- **Exercise brief**
Would you write out, word for word, each line of the records below from the top through the one holding "canvas directly, so"?

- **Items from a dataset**
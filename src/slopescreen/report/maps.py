"""Maps of the products over a hillshade of the DEM (PNG, matplotlib Agg).

Every map carries what a reader needs to use it on its own: a legend with
units, a scale bar, a north arrow, the CRS, the rain case and the one-line
caution. Figures are built on :class:`matplotlib.figure.Figure` with the Agg
canvas directly, so no GUI backend is ever touched.

How a product is drawn, and in which colours, is set by the style of its
entry in the product registry (:mod:`slopescreen.products`); a product whose
entry has a style gets a map, titled with the entry's title.

The parts live in modules of their own: the styles and colours in
:mod:`~slopescreen.report.styles`, the hillshade, frame, scale bar and
north arrow in :mod:`~slopescreen.report.map_parts`, the product layer and
its legend entries in :mod:`~slopescreen.report.map_layers`. Every name
stays importable from this module.
"""

from __future__ import annotations

import io
import math
import textwrap

import numpy as np
from matplotlib.backends.backend_agg import FigureCanvasAgg
from matplotlib.collections import LineCollection
from matplotlib.figure import Figure

from ..errors import InputError
from .cautions import SHORT
from ..products import STYLES, spec
from .map_layers import (
    MAP_BACKGROUND, OUTLINE_COLOUR, SHADE_FLOOR, _legend_handles, _outline_segments, draw_product,
)
from .map_parts import (
    MapFrame, add_north_arrow, add_scale_bar, crs_label, hillshade, nice_length,
)
from .styles import FS_BANDS, Style, fs_band

__all__ = [
    "FS_BANDS", "STYLES", "MapFrame", "Style", "hillshade", "fs_band", "nice_length",
    "draw_product", "add_scale_bar", "add_north_arrow", "map_figure", "png_bytes", "product_maps",
    "crs_label", "display_step",
]


def _layout(extent, map_width_in=6.2, max_height_in=7.0):
    """Figure size and axes rectangles (inches) that keep the map's aspect ratio."""
    left, right, bottom, top = extent
    ratio = (top - bottom) / (right - left)
    w = map_width_in
    h = w * ratio
    if h > max_height_in:
        h, w = max_height_in, max_height_in / ratio
    h = max(h, 2.5)
    margin_l, gap, panel, margin_r = 0.85, 0.3, 2.7, 0.15
    header, footer = 0.95, 1.05
    fig_w = margin_l + max(w, 4.0) + gap + panel + margin_r
    fig_h = header + max(h, 3.4) + footer
    return {"size": (fig_w, fig_h), "map": (margin_l, footer, w, h),
            "panel": (margin_l + max(w, 4.0) + gap, footer, panel, max(h, 3.4)),
            "header": fig_h - header, "footer": footer}


def map_figure(values, key, *, frame: MapFrame, shade=None, title="", subtitle="", rain_text="",
               classes=None, no_value=None, outlines=None, lines=None, rates=(),
               extent_cells=None, caution=SHORT, dpi=100):
    """A complete map of one product: hillshade, layer, legend, scale, north, CRS, caution.

    Parameters
    ----------
    values : array_like, shape (rows, cols)
        The product, in its units (NaN = no value).
    key : str
        Manifest key; selects the style in :data:`STYLES`.
    frame : MapFrame
    shade : array_like, optional
        Hillshade in [0, 1] (:func:`hillshade`), same shape.
    title, subtitle : str
        Map title (product name) and second line (study title). Drawn as
        plain text: user text is never parsed as mathtext.
    rain_text : str
        The rain case shown, in words (or why the product has none).
    classes : array_like of int, optional
        Critical-recharge classes (see :func:`draw_product`).
    no_value : array_like of bool, optional
        Cells with a DEM value but no product value.
    outlines : array_like of int, optional
        Cluster labels (0 = none); drawn as outlines.
    lines : list of dict, optional
        Lines drawn on top (a corridor, outlines of mapped landslides, runout
        paths): ``{"x": array, "y": array, "label": str}`` in CRS units, with
        optional ``"colour"`` and ``"width"`` (points); one legend entry per label.
    rates : sequence of (str, float)
        The scenario's steady rain cases (name, mm/day): the class breaks of
        the rain needed to fail (:func:`~slopescreen.report.styles.recharge_breaks`).
    extent_cells : int, optional
        Window of the cluster FS bound, cells on a side (its legend states it).
    caution : str
        One-line caution for the footer.
    dpi : float

    Returns
    -------
    matplotlib.figure.Figure
        With attribute ``map_ax`` (the map axes).

    Raises
    ------
    InputError
        Unknown key or arrays of different shapes.

    Examples
    --------
    >>> import numpy as np
    >>> fs = np.array([[0.8, 1.2], [1.4, 3.0]])
    >>> fig = map_figure(fs, "factor_of_safety", frame=MapFrame((0.0, 10.0, 0.0, 10.0)))
    >>> png_bytes(fig)[:4]
    b'\\x89PNG'
    """
    if key not in STYLES:
        raise InputError(f"key: no map style for product {key!r}; known: {', '.join(sorted(STYLES))}")
    style = STYLES[key]
    v = np.asarray(values)
    for name, arr in (("shade", shade), ("classes", classes), ("no_value", no_value),
                      ("outlines", outlines)):
        if arr is not None and np.shape(arr) != v.shape:
            raise InputError(f"{name}: shape {np.shape(arr)} differs from the product {v.shape}")
    extent = frame.extent
    lay = _layout(extent)
    fw, fh = lay["size"]

    def rect(x, y, w, h):
        return (x / fw, y / fh, w / fw, h / fh)

    fig = Figure(figsize=(fw, fh), dpi=dpi, facecolor="white")
    FigureCanvasAgg(fig)
    ax = fig.add_axes(rect(*lay["map"]))
    ax.set_facecolor(MAP_BACKGROUND)
    if shade is not None:
        ax.imshow(SHADE_FLOOR + (1.0 - SHADE_FLOOR) * np.asarray(shade, dtype=np.float32), cmap="gray", vmin=0.0, vmax=1.0,
                  extent=extent, origin="upper", interpolation="nearest", zorder=1)
    draw_product(v, style, extent=extent, ax=ax, classes=classes, no_value=no_value,
                 rates=rates)
    if outlines is not None and np.any(np.asarray(outlines) > 0):
        ax.add_collection(LineCollection(_outline_segments(outlines, extent), colors=OUTLINE_COLOUR,
                                         linewidths=0.9, zorder=6))
    for line in lines or ():
        width = line.get("width", 2.0)
        ax.plot(line["x"], line["y"], color="white", linewidth=2.0 * width, zorder=7,
                solid_capstyle="round")
        ax.plot(line["x"], line["y"], color=line.get("colour", "#1b1b1b"), linewidth=width,
                zorder=8, solid_capstyle="round")
    left, right, bottom, top = extent
    ax.set_xlim(left, right)
    ax.set_ylim(bottom, top)
    ax.set_aspect("equal", adjustable="box", anchor="NW")
    ax.ticklabel_format(style="plain", useOffset=False)
    ax.tick_params(labelsize=7)
    unit = "m" if abs(frame.linear_unit_m - 1.0) < 1e-12 else "CRS units"
    ax.set_xlabel(f"Easting ({unit})", fontsize=8)
    ax.set_ylabel(f"Northing ({unit})", fontsize=8)
    add_scale_bar(ax, frame)
    add_north_arrow(ax)

    x0 = lay["map"][0] / fw
    top_y = lay["header"] / fh
    fig.text(x0, top_y + 0.52 / fh, title, fontsize=13, fontweight="bold", va="bottom",
             parse_math=False)
    if subtitle:
        fig.text(x0, top_y + 0.30 / fh, subtitle, fontsize=9.5, va="bottom", color="#333333",
                 parse_math=False)
    if rain_text:
        fig.text(x0, top_y + 0.08 / fh, f"Rain case: {rain_text}", fontsize=9.5, va="bottom",
                 parse_math=False)

    # legend panel, right of the map
    px, py, pw, ph = lay["panel"]
    handles = _legend_handles(style, outlines, lines, no_value, rates=rates, values=v,
                              extent_cells=extent_cells)
    if style.kind in ("bands", "bound", "recharge"):
        lax = fig.add_axes(rect(px, py, pw, ph))
        lax.axis("off")
        lax.legend(handles=handles, loc="upper left", title=style.label, fontsize=7.5,
                   title_fontsize=8, frameon=False, alignment="left", borderaxespad=0.0)
    else:
        from matplotlib.cm import ScalarMappable

        bar_h = min(2.6, 0.55 * ph)
        cax = fig.add_axes(rect(px + 1.25, py + ph - bar_h - 0.05, 0.18, bar_h))
        cb = fig.colorbar(ScalarMappable(norm=style.norm(), cmap=style.cmap()), cax=cax)
        cb.ax.tick_params(labelsize=7)
        if style.log:
            from matplotlib.ticker import FuncFormatter, LogLocator

            cb.ax.yaxis.set_major_locator(LogLocator(base=10.0))
            cb.ax.yaxis.set_major_formatter(FuncFormatter(lambda v, _pos: f"{v:g}"))
        cb.set_label(style.label, fontsize=8)
        if handles:
            lax = fig.add_axes(rect(px, py, pw, ph - bar_h - 0.25))
            lax.axis("off")
            lax.legend(handles=handles, loc="upper left", fontsize=7.5, frameon=False,
                       borderaxespad=0.0)

    # footer: CRS and caution
    cell = f"; cells {frame.cell_m:g} m" if frame.cell_m else ""
    fig.text(x0, 0.40 / fh, f"CRS: {frame.crs_label}; north is up (grid north){cell}", fontsize=7.5,
             color="#333333", va="bottom", parse_math=False)
    fig.text(x0, 0.06 / fh, "\n".join(textwrap.wrap(caution, 150)), fontsize=7.5, color="#8a1c1c",
             fontweight="bold", va="bottom", parse_math=False)
    fig.map_ax = ax
    return fig


def png_bytes(fig, *, title="", caution=SHORT, palette=False) -> bytes:
    """Render a figure to PNG bytes (Agg, the figure's own dpi, no tight crop).

    The figure is opaque (a white face), so the PNG is written as RGB without
    an alpha channel, at zlib level 3: on the report's maps that is smaller and
    about twice as fast to encode as RGBA at the default level 6, with the same
    pixels. The PNG carries the caution in its ``Disclaimer`` text chunk (and
    the title in ``Title``), so the warning travels with the file as with the
    rasters. With ``palette`` (a classed map) it is written as an 8-bit palette
    PNG of at most 256 colours (median-cut, no dithering): the classes keep
    their colours exactly when there are few of them, and the file is smaller.
    """
    from PIL import Image, PngImagePlugin

    from .. import __version__

    from ._glyphs import replace_missing_glyphs

    canvas = fig.canvas if isinstance(fig.canvas, FigureCanvasAgg) else FigureCanvasAgg(fig)
    replace_missing_glyphs(fig)   # characters the font lacks are drawn as U+FFFD, no warning
    canvas.draw()
    rgba = np.asarray(canvas.buffer_rgba())
    if not (rgba[..., 3] == 255).all():
        raise ValueError("png_bytes: the figure is not opaque (give it a face colour)")
    info = PngImagePlugin.PngInfo()
    meta = {"Software": f"slopescreen {__version__}", "Disclaimer": caution}
    if title:
        meta["Title"] = title
    for key, text in meta.items():
        info.add_text(key, text)
    dpi = float(fig.dpi)
    buf = io.BytesIO()
    image = Image.fromarray(np.ascontiguousarray(rgba[..., :3]))
    if palette:
        image = image.quantize(colors=256, method=Image.Quantize.MEDIANCUT,
                               dither=Image.Dither.NONE)
    image.save(buf, format="png", compress_level=3, pnginfo=info, dpi=(dpi, dpi))
    return buf.getvalue()


MAP_PIXELS = 800
"""Most grid cells drawn along a side of a map. The map area of a figure is at most 620 x 700
pixels at 100 dpi, so a finer stride would not show: the products are drawn at the stride
that brings them within this (the products themselves are never resampled)."""


def display_step(shape, max_pixels=MAP_PIXELS) -> int:
    """Stride that brings a grid within ``max_pixels`` along its longer side."""
    return max(1, math.ceil(max(shape) / max_pixels))


def product_maps(products, read, *, z, grid, title="", rain_texts=None, rates=(),
                 max_pixels=MAP_PIXELS, dpi=100, lines=(), extra_lines=None, extent_cells=None):
    """Render a map of every product that has a :data:`STYLES` entry.

    Parameters
    ----------
    products : list of dict
        Manifest entries (``key``, ``rain``, ``path``, ``kind``, ``units``).
    read : callable
        ``read(entry) -> numpy.ndarray`` of the product (NaN = no value):
        the whole product, or its copy at the display stride (a run's
        writer keeps one of each mapped product, so the maps never read a
        product back).
    z : numpy.ndarray
        The DEM (m), for the hillshade; NaN is nodata.
    grid : slopescreen.grid.Grid
    title : str
        Study title, drawn under each map title.
    rain_texts : dict, optional
        Rain-case name -> the case in words.
    rates : sequence of (str, float)
        Steady rain cases (name, mm/day): the classes of the rain needed to fail.
    max_pixels : int
        Grids larger than this along a side are drawn at a stride (the
        products are not changed).
    dpi : float
    lines : sequence of dict
        Lines drawn on every map (the corridor centreline, mapped
        landslides; see :func:`map_figure`).
    extra_lines : dict, optional
        ``(key, rain) -> list of line dicts`` drawn on that map only (the
        runout paths that reach the corridor).
    extent_cells : int, optional
        Window of the cluster FS bound, cells on a side (stated in its legend).

    Returns
    -------
    list of (dict, bytes)
        The entry each map shows and the PNG bytes, in the order of
        ``products``.
    """
    rain_texts = rain_texts or {}
    shown = [p for p in products if p["key"] in STYLES and p.get("kind") == "raster"]
    if not shown:
        return []
    step = display_step(grid.shape, max_pixels)
    sub = (slice(None, None, step), slice(None, None, step))
    shown_shape = tuple(-(-n // step) for n in grid.shape)

    def at_stride(arr):
        arr = np.asarray(arr)
        if arr.shape == tuple(grid.shape):
            return arr[sub]
        if arr.shape == shown_shape:
            return arr
        raise InputError(f"{p['path']}: shape {arr.shape} is neither the grid {grid.shape} nor "
                         f"its display stride {shown_shape}")

    zs = np.asarray(z)[sub]
    shade = hillshade(zs, grid.dx_m * step, grid.dy_m * step)
    valid = np.asarray(grid.valid)[sub]
    frame = MapFrame.from_grid(grid)
    by_key = {(p["key"], p.get("rain")): p for p in products}
    out = []
    for p in shown:
        key, rain = p["key"], p.get("rain")
        values = at_stride(read(p))
        if values.dtype.kind in "iu":                  # counts: nodata is negative
            values = np.where(values < 0, np.nan, values).astype(np.float32)
        classes = None
        no_value = valid & ~np.isfinite(values)
        if key == "critical_recharge" and ("critical_recharge_class", None) in by_key:
            classes = at_stride(read(by_key[("critical_recharge_class", None)]))
            classes = np.where(np.isfinite(classes), classes, 0).astype(np.int16)
            no_value = valid & (classes == 0)
        outlines = None
        labels = by_key.get(("cluster_labels", rain))
        if labels is not None and key in ("factor_of_safety", "failure_probability", "cluster_fs_bound"):
            lab = at_stride(read(labels))
            outlines = np.where(np.isfinite(lab), lab, 0).astype(np.int64)
        entry = spec(key)
        text = rain_texts.get(rain, rain) if rain is not None else entry.no_rain_text
        heading = entry.title + (f": {rain}" if rain else "")
        fig = map_figure(values, key, frame=frame, shade=shade, title=heading,
                         subtitle=title, rain_text=text, classes=classes, no_value=no_value,
                         outlines=outlines, rates=rates, extent_cells=extent_cells,
                         lines=list((extra_lines or {}).get((key, rain), [])) + list(lines),
                         dpi=dpi)
        out.append((p, png_bytes(fig, title=heading,
                                 palette=STYLES[key].kind in ("bands", "bound", "recharge"))))
    return out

- **Exercise response**
filename src/slopescreen/report/maps.py
"""Maps of the products over a hillshade of the DEM (PNG, matplotlib Agg).

Every map carries what a reader needs to use it on its own: a legend with
units, a scale bar, a north arrow, the CRS, the rain case and the one-line
caution. Figures are built on :class:`matplotlib.figure.Figure` with the Agg
canvas directly, so no GUI backend is ever touched.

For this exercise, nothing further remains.